**Problem statement:**
Your reply should consist solely of the lines from the start of the material below through the line containing "ref.coef[j], max(math.Abs(ref.coef[j]), ref.se[j]))", reproduced exactly.

········

// compareBatch checks a windowed fit against the batch reference.
//
// A coefficient is compared relative to max(|reference|, its reference
// standard error). Relative to its own size alone would ask the
// impossible of a coefficient the data do not determine: a curvature
// indistinguishable from zero is itself of the size of its noise, and
// any two correct methods agree on it only to rounding of the data's
// scale, which its standard error measures. For a significant
// coefficient (|c| ≫ SE) the test is plain relative error. Standard
// errors and ResidSD are held to tol relative.
// It returns the largest relative error seen.
func compareBatch(t *testing.T, what string, f *rolling.Fit, ref batchResult, tol float64) (worst float64) {
	t.Helper()
	if f.Err != nil {
		t.Errorf("%s: fit error %v, want a fit of %d readings", what, f.Err, ref.n)
		return math.Inf(1)
	}
	if f.N != ref.n || f.Excluded != ref.excluded {
		t.Errorf("%s: N, Excluded = %d, %d, want %d, %d", what, f.N, f.Excluded, ref.n, ref.excluded)
	}
	if got, want := f.First.UnixNano(), ref.first; got != want {
		t.Errorf("%s: First = %d, want %d", what, got, want)
	}
	if got, want := f.Last.UnixNano(), ref.last; got != want {
		t.Errorf("%s: Last = %d, want %d", what, got, want)
	}
	rel := func(got, want, scale float64) float64 {
		if got == want {
			return 0
		}
		return math.Abs(got-want) / scale
	}
	check := func(name string, got, want, scale float64) {
		t.Helper()
		e := rel(got, want, scale)
		worst = max(worst, e)
		if !(e <= tol) {
			t.Errorf("%s: %s = %.17g, want %.17g (rel err %.2g > %g)", what, name, got, want, e, tol)
		}
	}
	for j := range f.Model.Coefs() {
		check(fmt.Sprintf("c%d", j), f.Coef[j], ref.coef[j], max(math.Abs(ref.coef[j]), ref.se[j]))
		check(fmt.Sprintf("se%d", j), f.SE[j], ref.se[j], ref.se[j])
	}
	check("ResidSD", f.ResidSD, ref.residSD, ref.residSD)
	// R² = 1 − RSS/TSS lies in [0, 1] and is held to tol absolute, which
	// is tol relative for the usual R² of order one. Relative to a tiny R²
	// (a fit that explains almost nothing) the check would demand digits
	// that the subtraction 1 − RSS/TSS cancels in any float64 method; RSS
	// itself is held to tol relative through ResidSD above.
	check("R2", f.R2, ref.r2, 1)
	return worst
}

// batchLogUniform returns a value with ln uniform in [ln lo, ln hi].
func batchLogUniform(rng *rand.Rand, lo, hi float64) float64 {
	return math.Exp(math.Log(lo) + rng.Float64()*(math.Log(hi)-math.Log(lo)))
}

// batchCase is one randomised stream of readings.
type batchCase struct {
	specs    []rolling.WindowSpec
	arrivals []batchObs // in arrival order
	desc     string
}

// batchPaneChoices are the pane widths drawn; the count of panes per window is
// then drawn so that the span lies between a minute and a year.
var batchPaneChoices = []time.Duration{
	time.Second, 10 * time.Second, time.Minute, 5 * time.Minute,
	time.Hour, 6 * time.Hour, 24 * time.Hour, 7 * 24 * time.Hour,
}

const batchYear = 366 * 24 * time.Hour

// newBatchCase draws one stream: irregular times, duplicates, a hole of
// empty panes, arrival delayed by a random lag (a few readings by more
// than the window, so Add turns them away), values with a level from 1e-3
// to 1e6, noise from 1e-5 to 1e-1 of the level and a drift and curvature
// many standard errors large, and, with neg, a few readings y ≤ 0.
func newBatchCase(rng *rand.Rand, idx int) batchCase {
	var pane time.Duration
	var panes int
	switch idx {
	case 0: // shortest span: one minute of 1 s panes
		pane, panes = time.Second, 60
	case 1: // a year of 1 d panes
		pane, panes = 24*time.Hour, 366
	case 2: // a year of 7 d panes
		pane, panes = 7*24*time.Hour, 52
	default:
		pane = batchPaneChoices[rng.IntN(len(batchPaneChoices))]
		lo := max(3, int((time.Minute+pane-1)/pane))
		hi := min(600, int(batchYear/pane))
		panes = int(math.Round(batchLogUniform(rng, float64(lo), float64(hi))))
	}
	span := time.Duration(panes) * pane
	// A second window on the same ring (fewer panes) and, when the panes
	// are narrow enough, one on a ring of m times wider panes, so shared
	// rings and several rings are exercised too.
	specs := []rolling.WindowSpec{
		{Span: span, Pane: pane},
		{Span: time.Duration((panes+1)/2) * pane, Pane: pane},
	}
	if panes >= 8 {
		m := time.Duration(2 + rng.IntN(min(4, panes/4)-1))
		specs = append(specs, rolling.WindowSpec{Span: time.Duration(max(4, panes/int(m))) * pane * m, Pane: pane * m})
	}

	// Epochs: recent, straddling the Unix epoch (negative times), and
	// the 1960s.
	var t0 int64
	T := int64(float64(span) * (1.2 + 1.8*rng.Float64()))
	switch rng.IntN(6) {
	case 0:
		t0 = -T / 2
	case 1:
		t0 = time.Date(1965, 3, 1, 0, 0, 0, 0, time.UTC).UnixNano() + rng.Int64N(int64(batchYear))
	default:
		t0 = time.Date(2026, 1, 1, 0, 0, 0, 0, time.UTC).UnixNano() + rng.Int64N(int64(batchYear))
	}
	n := 400 + rng.IntN(3600)
	holeAt, holeLen := t0+rng.Int64N(T), int64(rng.Float64()*0.3*float64(span))
	ts := make([]int64, 0, n)
	for len(ts) < n {
		var t int64
		if len(ts) > 0 && rng.IntN(20) == 0 {
			t = ts[rng.IntN(len(ts))] // duplicate time
		} else {
			t = t0 + rng.Int64N(T)
		}
		if t >= holeAt && t < holeAt+holeLen {
			continue
		}
		ts = append(ts, t)
	}

	level := batchLogUniform(rng, 1e-3, 1e6)
	sigma := batchLogUniform(rng, 1e-5, 1e-1)
	sign := func() float64 { return float64(1 - 2*rng.IntN(2)) }
	// Drift and curvature across one span, relative to the level: 30 to
	// 1000 noise SDs, capped so the level stays above 0.3 in the window.
	// With at least 3 panes a window (4 for the wider panes) the change
	// within one pane stays below about 350 noise SDs: the regime where
	// the pane sums keep 1e-9 (see TestSolve_SteepTrendLowNoise).
	a1 := sign() * min(0.4, sigma*batchLogUniform(rng, 30, 1000))
	a2 := sign() * min(0.3, sigma*batchLogUniform(rng, 30, 1000))
	tEnd := t0 + T
	neg := rng.IntN(4) == 0
	type arrival struct {
		o  batchObs
		at int64
	}
	arr := make([]arrival, len(ts))
	for i, t := range ts {
		x := float64(t-tEnd) / float64(span)
		y := level * (1 + a1*x + a2*x*x + sigma*rng.NormFloat64())
		lag := rng.Int64N(2 * int64(pane))
		if rng.IntN(30) == 0 {
			lag = int64(rng.Float64() * 1.5 * float64(span)) // straggler
		}
		arr[i] = arrival{batchObs{t, y}, t + lag}
	}
	if neg {
		for range 1 + rng.IntN(5) {
			i := rng.IntN(len(arr))
			if rng.IntN(2) == 0 {
				arr[i].o.y = 0
			} else {
				arr[i].o.y = -level * rng.Float64()
			}
		}
	}
	slices.SortStableFunc(arr, func(a, b arrival) int { return cmp.Compare(a.at, b.at) })
	c := batchCase{specs: specs, arrivals: make([]batchObs, len(arr))}
	for i := range arr {
		c.arrivals[i] = arr[i].o
	}
	c.desc = fmt.Sprintf("pane %v × %d, n %d, level %.3g, noise %.2g, drift %.2g, curv %.2g, t0 %s, neg %v",
		pane, panes, n, level, sigma, a1, a2, time.Unix(0, t0).UTC().Format(time.RFC3339), neg)
	return c
}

········

**Expected answer:**
// compareBatch checks a windowed fit against the batch reference.
//
// A coefficient is compared relative to max(|reference|, its reference
// standard error). Relative to its own size alone would ask the
// impossible of a coefficient the data do not determine: a curvature
// indistinguishable from zero is itself of the size of its noise, and
// any two correct methods agree on it only to rounding of the data's
// scale, which its standard error measures. For a significant
// coefficient (|c| ≫ SE) the test is plain relative error. Standard
// errors and ResidSD are held to tol relative.
// It returns the largest relative error seen.
func compareBatch(t *testing.T, what string, f *rolling.Fit, ref batchResult, tol float64) (worst float64) {
	t.Helper()
	if f.Err != nil {
		t.Errorf("%s: fit error %v, want a fit of %d readings", what, f.Err, ref.n)
		return math.Inf(1)
	}
	if f.N != ref.n || f.Excluded != ref.excluded {
		t.Errorf("%s: N, Excluded = %d, %d, want %d, %d", what, f.N, f.Excluded, ref.n, ref.excluded)
	}
	if got, want := f.First.UnixNano(), ref.first; got != want {
		t.Errorf("%s: First = %d, want %d", what, got, want)
	}
	if got, want := f.Last.UnixNano(), ref.last; got != want {
		t.Errorf("%s: Last = %d, want %d", what, got, want)
	}
	rel := func(got, want, scale float64) float64 {
		if got == want {
			return 0
		}
		return math.Abs(got-want) / scale
	}
	check := func(name string, got, want, scale float64) {
		t.Helper()
		e := rel(got, want, scale)
		worst = max(worst, e)
		if !(e <= tol) {
			t.Errorf("%s: %s = %.17g, want %.17g (rel err %.2g > %g)", what, name, got, want, e, tol)
		}
	}
	for j := range f.Model.Coefs() {
		check(fmt.Sprintf("c%d", j), f.Coef[j], ref.coef[j], max(math.Abs(ref.coef[j]), ref.se[j]))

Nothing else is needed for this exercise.